[EXERCISE MATERIAL]
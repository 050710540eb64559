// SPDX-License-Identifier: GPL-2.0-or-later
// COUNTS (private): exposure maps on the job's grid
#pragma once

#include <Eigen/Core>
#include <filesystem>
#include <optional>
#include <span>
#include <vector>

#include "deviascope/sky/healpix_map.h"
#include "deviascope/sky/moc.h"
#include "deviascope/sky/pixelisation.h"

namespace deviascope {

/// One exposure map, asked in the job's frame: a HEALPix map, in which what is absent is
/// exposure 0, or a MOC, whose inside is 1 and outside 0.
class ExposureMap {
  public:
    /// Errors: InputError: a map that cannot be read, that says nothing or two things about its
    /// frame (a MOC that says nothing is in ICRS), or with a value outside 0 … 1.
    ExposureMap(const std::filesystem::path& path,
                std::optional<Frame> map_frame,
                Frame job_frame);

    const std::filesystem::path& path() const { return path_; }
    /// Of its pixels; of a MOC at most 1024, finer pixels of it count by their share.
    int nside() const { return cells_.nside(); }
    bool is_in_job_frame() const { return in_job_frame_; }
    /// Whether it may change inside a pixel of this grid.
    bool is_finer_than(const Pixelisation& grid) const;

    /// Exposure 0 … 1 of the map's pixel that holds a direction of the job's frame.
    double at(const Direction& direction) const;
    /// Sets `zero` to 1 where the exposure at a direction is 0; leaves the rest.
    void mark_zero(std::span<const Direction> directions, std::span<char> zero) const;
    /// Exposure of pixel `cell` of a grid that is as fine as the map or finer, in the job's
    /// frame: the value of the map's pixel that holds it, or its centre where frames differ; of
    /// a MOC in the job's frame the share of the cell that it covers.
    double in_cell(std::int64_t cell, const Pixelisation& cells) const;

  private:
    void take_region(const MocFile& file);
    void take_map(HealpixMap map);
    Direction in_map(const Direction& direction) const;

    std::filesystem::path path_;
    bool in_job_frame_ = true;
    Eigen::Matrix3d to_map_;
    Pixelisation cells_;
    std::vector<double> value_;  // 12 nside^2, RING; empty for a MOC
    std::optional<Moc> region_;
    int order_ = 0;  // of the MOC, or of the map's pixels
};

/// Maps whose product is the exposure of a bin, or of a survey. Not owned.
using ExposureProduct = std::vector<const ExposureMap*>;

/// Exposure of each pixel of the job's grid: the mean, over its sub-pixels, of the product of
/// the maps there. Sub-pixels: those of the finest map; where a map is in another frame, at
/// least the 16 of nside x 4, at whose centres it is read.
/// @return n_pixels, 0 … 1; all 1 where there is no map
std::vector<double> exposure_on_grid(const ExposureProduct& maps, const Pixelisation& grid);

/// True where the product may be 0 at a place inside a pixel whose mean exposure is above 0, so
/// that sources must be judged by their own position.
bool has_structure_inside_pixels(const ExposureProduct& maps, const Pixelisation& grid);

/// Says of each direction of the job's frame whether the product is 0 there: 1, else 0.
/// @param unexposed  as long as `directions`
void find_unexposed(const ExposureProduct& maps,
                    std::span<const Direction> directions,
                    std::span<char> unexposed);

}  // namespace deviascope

[EXERCISE BRIEF] In the listing above, find the line containing "it is read." and the line containing "void find_unexposed(const ExposureProduct&", then repeat those two lines and everything between them exactly.

[SOLUTION BELOW]
/// least the 16 of nside x 4, at whose centres it is read.
/// @return n_pixels, 0 … 1; all 1 where there is no map
std::vector<double> exposure_on_grid(const ExposureProduct& maps, const Pixelisation& grid);

/// True where the product may be 0 at a place inside a pixel whose mean exposure is above 0, so
/// that sources must be judged by their own position.
bool has_structure_inside_pixels(const ExposureProduct& maps, const Pixelisation& grid);

/// Says of each direction of the job's frame whether the product is 0 there: 1, else 0.
/// @param unexposed  as long as `directions`
void find_unexposed(const ExposureProduct& maps,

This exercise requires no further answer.